Until it does. The October snow storm has left 600,000 people in Massachusetts without power. A lot of these people are still in recovery from Irene. The odd thing is that the power is not out up here in the hilltowns. It’s down in the cities, Northampton, Westfield, Springfield, along with the small, bedroom communities. We got a lot of snow, over 24 inches in my backyard, but I think we were in better shape because our leaves had already fallen so we didn’t have the branches down that the valley saw.

The news show pictures of people waiting in long lines to get gas at the few open station. Interviews with people who are stranded in homes with no heat, no water and no food have a common theme. “We didn’t expect it to happen here. Who knew? We just weren’t prepared because these things just don’t happen here.” Until they do. Fortunately, Nate and Amanda and their kids made it through the canopy of downed power lines and broken branches and are here for the duration.

I got a lot of the carrots, all the cabbage and the broccoli harvested before the storm hit but I still have more carrots and beets and all the turnips still in the ground. I hope the snow insulates the ground from the frigid temperatures.

I had a very nice incident yesterday. Last week, when we cleaned out the Community House basement in preparation for the move of the sewing center, I put a bag of charcoal in my car.
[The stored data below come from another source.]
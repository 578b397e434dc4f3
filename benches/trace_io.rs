//! Trace I/O benchmark: writing records with per-record flushing, and
//! reading plus diffing two 1,000,000-frame traces.
//!
//! Goals (issue 4): writing >= 200,000 records/s; reading and diffing two
//! 1,000,000-record traces in < 5 s and < 200 MB peak resident memory.
//!
//!     cargo bench --bench trace_io
//!
//! Peak memory is the process's VmHWM from /proc/self/status (Linux).

use std::time::{Duration, Instant};

use buscue::bus::{Address, Fault, OpOutcome, Operation, Outcome};
use buscue::record::{Frame, Origin, Record, Sink};
use buscue::trace::diff::{align, key_files};
use buscue::trace::mask::Masks;
use buscue::trace::{Header, TraceWriter};

const FRAMES: u64 = 1_000_000;

/// A frame shaped like the demo's register traffic.
fn frame(seq: u64, i: u64, attempt: u32, nack: bool) -> Frame {
    let reg = (i % 6) as u8;
    let value = (i.wrapping_mul(2_654_435_761) >> 8) as u8;
    let (ops, done) = if i.is_multiple_of(3) {
        (
            vec![Operation::Write(vec![reg, value, 0x11])],
            vec![OpOutcome { acks: vec![!nack; if nack { 0 } else { 3 }], data: vec![] }],
        )
    } else {
        (
            vec![Operation::Write(vec![reg]), Operation::Read(2)],
            if nack {
                vec![OpOutcome::default()]
            } else {
                vec![OpOutcome { acks: vec![true], data: vec![] }, OpOutcome { acks: vec![], data: vec![value, 0x2D] }]
            },
        )
    };
    Frame {
        seq,
        t: Duration::from_micros(seq * 400),
        address: Address::Seven(0x31),
        ops,
        outcome: Outcome {
            ops: done,
            bus_time: Duration::from_nanos(385_000),
            measured: None,
            fault: nack.then_some(Fault::AddressNack { op: 0, direction: buscue::bus::Direction::Write }),
        },
        attempt,
        attempts: 3,
        purpose: None,
        origin: Some(Origin { file: "scripts/climate_bringup.lua".into(), line: 20 + (i % 9) as u32 }),
        decoded: Some(["ID", "CONTROL", "STATUS", "TEMPERATURE", "HUMIDITY", "TEMP_HIGH"][reg as usize].into()),
        values: Vec::new(),
        pec: None,
    }
}

fn header() -> Header {
    use buscue::adapter::Adapter as _;
    Header::new("run", buscue::sim::SimAdapter::demo().snapshot())
}

/// Writes `FRAMES` frames; `variant` inserts a NACKed attempt before every
/// 10,000th frame. Returns the elapsed time.
fn write_trace(path: &std::path::Path, variant: bool) -> Duration {
    let mut w = TraceWriter::create(path, &header()).expect("create trace");
    let start = Instant::now();
    let mut seq = 0;
    for i in 0..FRAMES {
        if variant && i % 10_000 == 5_000 {
            seq += 1;
            w.record(&Record::Frame(frame(seq, i, 1, true))).expect("write");
            seq += 1;
            w.record(&Record::Frame(frame(seq, i, 2, false))).expect("write");
        } else {
            seq += 1;
            w.record(&Record::Frame(frame(seq, i, 1, false))).expect("write");
        }
    }
    w.flush().expect("sync");
    start.elapsed()
}

fn peak_rss_mib() -> Option<f64> {
    let s = std::fs::read_to_string("/proc/self/status").ok()?;
    let line = s.lines().find(|l| l.starts_with("VmHWM:"))?;
    let kb: f64 = line.split_whitespace().nth(1)?.parse().ok()?;
    Some(kb / 1024.0)
}

/// User + system CPU seconds of this process so far (/proc/self/stat
/// fields 14 and 15, in clock ticks; 100 per second on Linux by default,
/// common practice), to read the results on a shared, loaded machine.
fn cpu_seconds() -> Option<f64> {
    let s = std::fs::read_to_string("/proc/self/stat").ok()?;
    let rest = &s[s.rfind(')')? + 2..];
    let f: Vec<&str> = rest.split_whitespace().collect();
    let ticks: f64 = f.get(11)?.parse::<f64>().ok()? + f.get(12)?.parse::<f64>().ok()?;
    Some(ticks / 100.0)
}

fn load_average() -> String {
    std::fs::read_to_string("/proc/loadavg")
        .map(|s| s.split_whitespace().take(3).collect::<Vec<_>>().join(" "))
        .unwrap_or_default()
}

fn main() {
    println!("load average at start: {}", load_average());
    let dir = tempfile::tempdir().expect("temp dir");
    let (a, b) = (dir.path().join("a.jsonl"), dir.path().join("b.jsonl"));
    let wcpu = cpu_seconds();
    let wa = write_trace(&a, false);
    if let (Some(x), Some(y)) = (wcpu, cpu_seconds()) {
        println!("write used {:.2} CPU s (user + system) for {FRAMES} records", y - x);
    }
    let wb = write_trace(&b, true);
    let rate = FRAMES as f64 / wa.as_secs_f64();
    let size = std::fs::metadata(&a).map(|m| m.len()).unwrap_or(0);
    println!(
        "write: {FRAMES} records in {:.3} s = {:.0} records/s, through the trace writer ({:.0} B/record); variant {:.3} s",
        wa.as_secs_f64(),
        rate,
        size as f64 / FRAMES as f64,
        wb.as_secs_f64()
    );
    println!("  goal >= 200000 records/s: {}", if rate >= 200_000.0 { "met" } else { "MISSED" });

    let before = peak_rss_mib();
    let cpu0 = cpu_seconds();
    let start = Instant::now();
    let masks = Masks::default();
    let (ka, kb) = key_files(&a, &b, &masks, Default::default()).expect("read both traces");
    let read = start.elapsed();
    let hunks = align(&ka.keys, &kb.keys);
    let total = start.elapsed();
    let peak = peak_rss_mib();
    if let (Some(a), Some(b)) = (cpu0, cpu_seconds()) {
        println!("  read + diff used {:.2} CPU s (two reader threads); load average now {}", b - a, load_average());
    }
    println!(
        "read + diff: {} and {} frames, {} differences; read {:.3} s, align {:.3} s, total {:.3} s",
        ka.keys.len(),
        kb.keys.len(),
        hunks.len(),
        read.as_secs_f64(),
        (total - read).as_secs_f64(),
        total.as_secs_f64()
    );
    match (before, peak) {
        (Some(b), Some(p)) => println!("  peak resident memory {p:.1} MiB (before reading {b:.1} MiB)"),
        _ => println!("  peak resident memory: /proc/self/status not available"),
    }
    let mem_ok = peak.is_none_or(|p| p < 200.0);
    println!("  goal < 5 s and < 200 MB: {}", if total < Duration::from_secs(5) && mem_ok { "met" } else { "MISSED" });
    assert_eq!(hunks.len(), 100, "one difference per inserted retry");
}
Now I didn’t need the charcoal but I couldn’t see throwing it in the dumpster and nobody else would take it. So yesterday, I took Karen to the Creamery for work and there was man there looking for charcoal as he had no way to cook but a Hibachi. I was able to give him the charcoal, saving him some money and putting the fuel to good use. I did not point out that HE SHOULD HAVE THOUGHT OF THIS WHEN HE SAW THE FORECAST!!!! There. Rant over.

One of the good things that happened with having my kids here as a captive audience is that I had an opportunity to talk with them about what the future may look like and what steps they could take to insulate themselves from the worst dislocation. It’s a conversation we’ve had before but it has more impact when you can’t be home because you can’t heat it and can’t cook.

Hope you all stayed safe and warm. Let us know how you fared.